I came to a screeching halt. “Get out!” I called. “I'm going back for more men. They're sitting ducks out there.”

No one argued as they piled out of the jeep. Mack stayed put. “I'm coming too,” he said calmly. “You'll need help.”

I swung the jeep around and tore grass and leaves as I headed back to the field. Mack's men were racing for the woods. I heard screams as the tree fighters hit them. One grove of towering pines blazed from beamer blasts and lit the field, making it easy for the tree fighters to target their enemies.

I slammed on the brakes near a fallen soldier. Mack jumped out and dragged him into the jeep without stopping to see if he was still alive. I ducked as a slingshot cannon dug a narrow trench in front of the jeep.

“Go!” Mack called.

The jeep bounced through the trench and I came to a stop near another tag who lay sprawled and unmoving in the dirt.

Mack dragged him into the jeep and we went for a third man who was down.

With him in the jeep, the field was empty and suddenly uncannily quiet. I tore back to the trees where I had emerged. The fighters must've anticipated that and grouped in those branches.

I yelled as a cannon ball pinged off the hood and smashed the windshield to my right.

A flash of light. A burn across my hand on the wheel. I swallowed a scream and plunged the jeep deep into the woods. They must've picked up beam weapons from the fallen soldiers.

Then we were clear of the aliens and heading back to our base.

“You all right?” Mack called from the back.

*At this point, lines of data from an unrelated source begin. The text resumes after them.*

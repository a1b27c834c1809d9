import { QueryTypes } from 'sequelize';
import { type Action, type Actor, can } from '~/access/can';
import { Coach } from '~/models/coach.server';
import { sequelize } from '~/models/database.server';
import { FittingTest } from '~/models/fitting-test.server';
import { Rig } from '~/models/rig.server';
import { notFound } from '~/services/refusal.server';
import { requireCoach } from './coach-access.server';

/** What of a round the coach's pages name it by. */
export interface RoundHead {
  id: string;
  place: string;
  startedAt: Date;
  timeZone: string;
  ambientC: number;
  altitudeM: number;
}

/** A coach as all of its pages know it. */
export type CoachHead = Awaited<ReturnType<typeof loadCoach>>;

/**
 * A coach's own fields, what this person may do to it, and what is still to do before its first
 * fill.
 * @throws Refusal `coach-not-found` to those who may not see it.
 */
export async function loadCoach(actor: Actor, coachId: string) {
  await requireCoach(actor, 'coach:see', coachId);
  const coach = await Coach.findOne({ where: { id: coachId, deletedAt: null } });
  if (!coach) throw notFound('coach');
  const { id, name, layout, toleranceKpa, lowerBy } = coach;
  // Whoever sees the coach sees it now: a helper only while a round is open.
  const may = (action: Action) => can(actor, action, { id, roundOpen: true });
  return {
    id,
    name,
    layout,
    toleranceKpa,
    lowerBy,
    mayEdit: may('records:edit'),
    mayRun: may('round:run'),
    mayRemove: may('people:edit'),
    maySeeLog: may('log:see'),
    rig: await loadRig(id),
    fitting: await loadFitting(id),
  };
}

/** The hose, chuck and gauge in use; null until they are described. */
async function loadRig(coachId: string) {
  const rig = await Rig.findOne({ where: { coachId, retiredAt: null } });
  if (!rig) return null;
  const { hose, chuck, gauge, gaugePlace, hasValve, stepKpa } = rig;
  return { hose, chuck, gauge, gaugePlace, hasValve, stepKpa };
}

/** What came of the last test of the fitting; null until there was one. */
export async function loadFitting(coachId: string) {
  const test = await FittingTest.findOne({
    where: { coachId },
    order: [['testedAt', 'DESC']],
  });
  return test && { outcome: test.outcome, testedAt: test.testedAt };
}

/** The round that is under way and the last one that was closed, where there are any. */
export async function loadRoundHeads(
  coachId: string,
): Promise<{ open: RoundHead | null; last: RoundHead | null }> {
  const rows = await sequelize.query<RoundHead & { closed: boolean }>(
    `SELECT DISTINCT ON (closed_at IS NULL) id, place, started_at AS "startedAt",
       time_zone AS "timeZone", ambient_c AS "ambientC", altitude_m AS "altitudeM",
       closed_at IS NOT NULL AS closed
     FROM rounds WHERE coach_id = :coachId
     ORDER BY closed_at IS NULL, started_at DESC`,
    { replacements: { coachId }, type: QueryTypes.SELECT },
  );
  const find = (closed: boolean) => rows.find((row) => row.closed === closed) ?? null;
  return { open: find(false), last: find(true) };
}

“Yeah, just creased my hand. You?”

“Fine. But two of these three tags are out the airlock.”

“Dead?”

“That's what I said.”

My right leg began to shake and I couldn't stop it. I grabbed my knee and tried to hold it down. It continued to shake under my hand.

* * *

“We lost five good men tonight,” Big Mack said from where he leaned against a table and surveyed the war room back on base.

I scratched at the bandage on my hand. The nurse had applied a pain deadener to the burn, but it was itchy.

The men were quiet. They looked as bone-weary as I felt. Some had bandages covering wounds.

“Tonight's raid was a disaster,” Big Mack said. “They caught us good with our drawers down.” He nodded toward me. “If it wasn't for Rammis reading their intentions, we would've lost more people.”

The men turned to stare at me. Some clapped. I bit my lip.

“I promised you a reward, Rammis.” Big Mack shifted his weight. “What'll it be?”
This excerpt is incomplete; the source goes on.